Intended primarily for coastal defense, the L-class boats displaced 450 tons surfaced and 548 tons submerged on a length of 168 feet. With two 450-horsepower diesel engines (600-horsepower Busch-Sulzers on the Lake version), they could make 14 knots on the surface and 10-1/2 knots submerged, with endurance of 3,150 nautical miles at 11 knots. Underwater endurance was 25 miles at 8-1/2 knots. The submarines were armed with four 18-inch torpedo tubes (in the bow) and were the first to carry a deck gun - a 3-inch/23-caliber disappearing mount just forward of the bridge. When stowed, only the gun barrel projected vertically, but reportedly this cost them a half-knot in underwater speed. The complement was 28 officers and enlisted men.
They performed patrol duties during World War One. Early submarine classes such as E, H, K, L, M, N, O, and R, known as "pig boats" or "boats" because of their unusual hull shape and foul living conditions, ranged in displacement from 287 to 510 tons. The fastest "boats" achieved top surface speeds of 14 knots under diesel power. During World War I, US submarines were divided into two groups according to mission. Boats of the N and O classes, as well as some of the E type, patrolled American coasts and harbors in a defensive role. Some K, L, O, and E class boats conducted offensive, open-sea operations from the Azores and Bantry Bay in Ireland. They supported the Allied effort to maintain open sea lanes along the European coast and in the approaches to the British Isles.
The L-boats of SUBDIV 5 - plus E-1 - left Newport, Rhode Island for Europe in early December 1917 under tow by Bushnell and two ocean-going tugs. Bound for Ponta Delgada in the Azores, the group ran headlong into a hurricane and was forced to divert toward Bermuda. Although the flotilla was badly scattered, with one tug and a submarine actually returning to Boston, the other tug and four submarines eventually reached their destination. Then, after several more straggled in, Bushnell, a tug, and four submarines completed the remaining 1,000 miles to Bantry Bay on 27 January 1918, with three more boats to follow. They were promptly re-designated the "AL" class to avoid confusion with British L-class submarines and under the tutelage of the Royal Navy, began preparing for their role in the ASW effort off southern Ireland.
On average for much of 1918, three of the seven U.S. submarines would be at sea on eight-day patrols, while the others were enjoying refit periods in port. The basic patrol tactic was to cruise at periscope depth during the day, searching the assigned area for German submarines transiting on the surface and then to come up at night to recharge batteries. The record shows a total of 21 claimed enemy sightings, of which four led to torpedo attacks, none successful.

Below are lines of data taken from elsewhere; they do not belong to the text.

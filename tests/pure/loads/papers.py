"""Restrictions and permits for the tests, and loads of the invented twin under them."""

from typing import Any

from fleet.restriction_reading import read_paper
from fleet.restrictions import Paper, Ruled, apply
from loads.balance.assess import assess
from loads.balance.declared import read_load
from loads.balance.result import Result
from loads.balance.trapped import with_trapped
from tests.pure.loads.making import load, twin, twin_empty


def lb(value: str) -> dict[str, str]:
    return {"value": value, "unit": "lb"}


def restriction_document(*effects: dict[str, Any], **changes: Any) -> dict[str, Any]:
    return {
        "schema": "tarebook.restriction/1",
        "number": "DD-14",
        "what": "item inoperative",
        "true_from": "2026-11-30T00:00:00Z",
        "source": {"document": "MEL", "revision": "7", "page": "25-3"},
        "effects": list(effects),
    } | changes


def permit_document(*effects: dict[str, Any], **changes: Any) -> dict[str, Any]:
    return {
        "schema": "tarebook.permit/1",
        "number": "SFP-88",
        "what": "ferry overweight to base",
        "authority": "Civil Aviation Office, Nalden",
        "true_from": "2026-11-30T00:00:00Z",
        "true_until": "2026-12-03T00:00:00Z",
        "source": {"document": "Permit SFP-88", "page": "1"},
        "effects": list(effects),
    } | changes


def restriction(*effects: dict[str, Any], **changes: Any) -> Paper:
    return read_paper(restriction_document(*effects, **changes), "restriction")


def permit(*effects: dict[str, Any], **changes: Any) -> Paper:
    return read_paper(permit_document(*effects, **changes), "permit")


def ruled(*papers: Paper) -> Ruled:
    return apply(twin(), papers)


def result_under(*papers: Paper, document: dict[str, Any] | None = None) -> Result:
    """The sound load of the twin, or another, assessed under these papers."""
    under = ruled(*papers)
    declared = with_trapped(read_load(document or load(), under.basis), under)
    return assess(declared, under.basis, twin_empty())
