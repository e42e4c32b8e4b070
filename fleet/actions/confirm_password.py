"""Asking for the password again before something is signed. Failures count as failed sign-ins do."""

import math
from typing import Final

from axes.handlers.proxy import AxesProxyHandler
from axes.helpers import get_cool_off
from axes.models import AccessAttempt
from django.contrib.auth import authenticate
from django.db import transaction
from django.db.models import Max
from django.http import HttpRequest
from django.utils import timezone

from fleet.actions.noting import note_person
from fleet.models import Person
from records.refusal import Fault, Invalid, LockedOut

POINTER: Final = "/password"
LONGEST: Final = 1000


def confirm_password(
    request: HttpRequest, person: Person, password: object, *, pointer: str = POINTER
) -> None:
    """This function will do nothing when this is the person's password.

    Raises Invalid at `pointer` when it is missing or wrong, LockedOut after repeated failures; both are
    noted in the log of sign-ins. Call it before any transaction: a failure must stay counted when the
    signing is undone, so inside one it raises RuntimeError.
    """
    if not isinstance(password, str) or not password or len(password) > LONGEST:
        words = "type your password again to sign" if pointer == POINTER else "type the password you have"
        raise Invalid(Fault(pointer, "password-missing", words))
    plain = getattr(request, "_request", request)  # the API's request wraps the one the counting writes to
    _refuse_locked_out(plain, person)
    with transaction.atomic(durable=True):
        found = authenticate(plain, username=person.login, password=password)
        if found is not None and found.pk == person.pk:
            AxesProxyHandler.reset_attempts(username=person.login)
            return
    note_person(plain, "password-wrong", person)
    _refuse_locked_out(plain, person)
    raise Invalid(
        Fault(pointer, "password-wrong", "this is not the password of the person who is signed in"),
        next_step="Type it again; after repeated failures you have to wait.",
    )


def refuse_locked_out(request: HttpRequest, login: str) -> None:
    """This function will do nothing while the login may try; raises LockedOut with the wait in minutes
    and seconds.
    """
    if AxesProxyHandler.is_allowed(request, {"username": login}):
        return
    last = AccessAttempt.objects.filter(username=login).aggregate(last=Max("attempt_time"))["last"]
    wait = 60
    if last is not None and (cool_off := get_cool_off(request)) is not None:
        wait = max(1, math.ceil((last + cool_off - timezone.now()).total_seconds()))
    raise LockedOut(
        "locked-out",
        f"Too many wrong passwords. Wait {wait // 60} min {wait % 60} s.",
        wait_seconds=wait,
        next_step="Wait as stated; the password itself stays as it is.",
    )


def _refuse_locked_out(request: HttpRequest, person: Person) -> None:
    try:
        refuse_locked_out(request, person.login)
    except LockedOut:
        note_person(request, "locked-out", person)
        raise
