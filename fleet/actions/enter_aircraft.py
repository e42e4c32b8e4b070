"""Enters an aircraft of the actor's operator."""

from dataclasses import asdict
from functools import partial

from fleet import acts
from fleet.actions.authorship import operator_acting
from fleet.actions.constraint_refusals import refused_as
from fleet.entering import NewAircraft
from fleet.models import Aircraft
from fleet.models.rows import new_uuid
from records.act import act
from records.actor import Actor
from records.refusal import Fault, Invalid

_TAKEN = {
    "aircraft_registration_is_taken_once": partial(
        Invalid,
        Fault("/registration", "registration-taken", "an aircraft of this registration is entered already"),
    ),
    "aircraft_serial_is_taken_once": partial(
        Invalid, Fault("/serial_number", "serial-taken", "this type and serial number is entered already")
    ),
}


def enter_aircraft(actor: Actor, new: NewAircraft, *, reason: str = "") -> Aircraft:
    """This function will enter the aircraft.

    Raises Invalid when its registration, or its type and serial number, are entered already.
    """
    operator = operator_acting(actor)
    aircraft = Aircraft(id=new_uuid(), operator_id=operator, **asdict(new))
    with (
        refused_as(_TAKEN),
        act(acts.ENTER_AIRCRAFT, by=actor, about=f"aircraft:{aircraft.id}", reason=reason),
    ):
        aircraft.save(force_insert=True)
    return aircraft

Late in World War I, the seven U.S. L-class submarines of SUBDIV 5 were transferred to Bantry Bay, Ireland to carry out anti-submarine patrols in an area of responsibility that included St. George's Channel and the western approaches to the English Channel. Several American battleships were also stationed at Bantry Bay, and an entire division of them formed the 6th Battle Squadron of the British Grand Fleet at Scapa Flow in the Orkney Islands.
They were decommissioned between April 1922 and November 1923. L-8 was used as a target for the magnetic exploder in 1923 and rests three miles south of Brenton Reef Light, outside of Narrangansett Bay, Rhode Island. Three were sold for scrap in 1922, three in 1925, and four in 1933.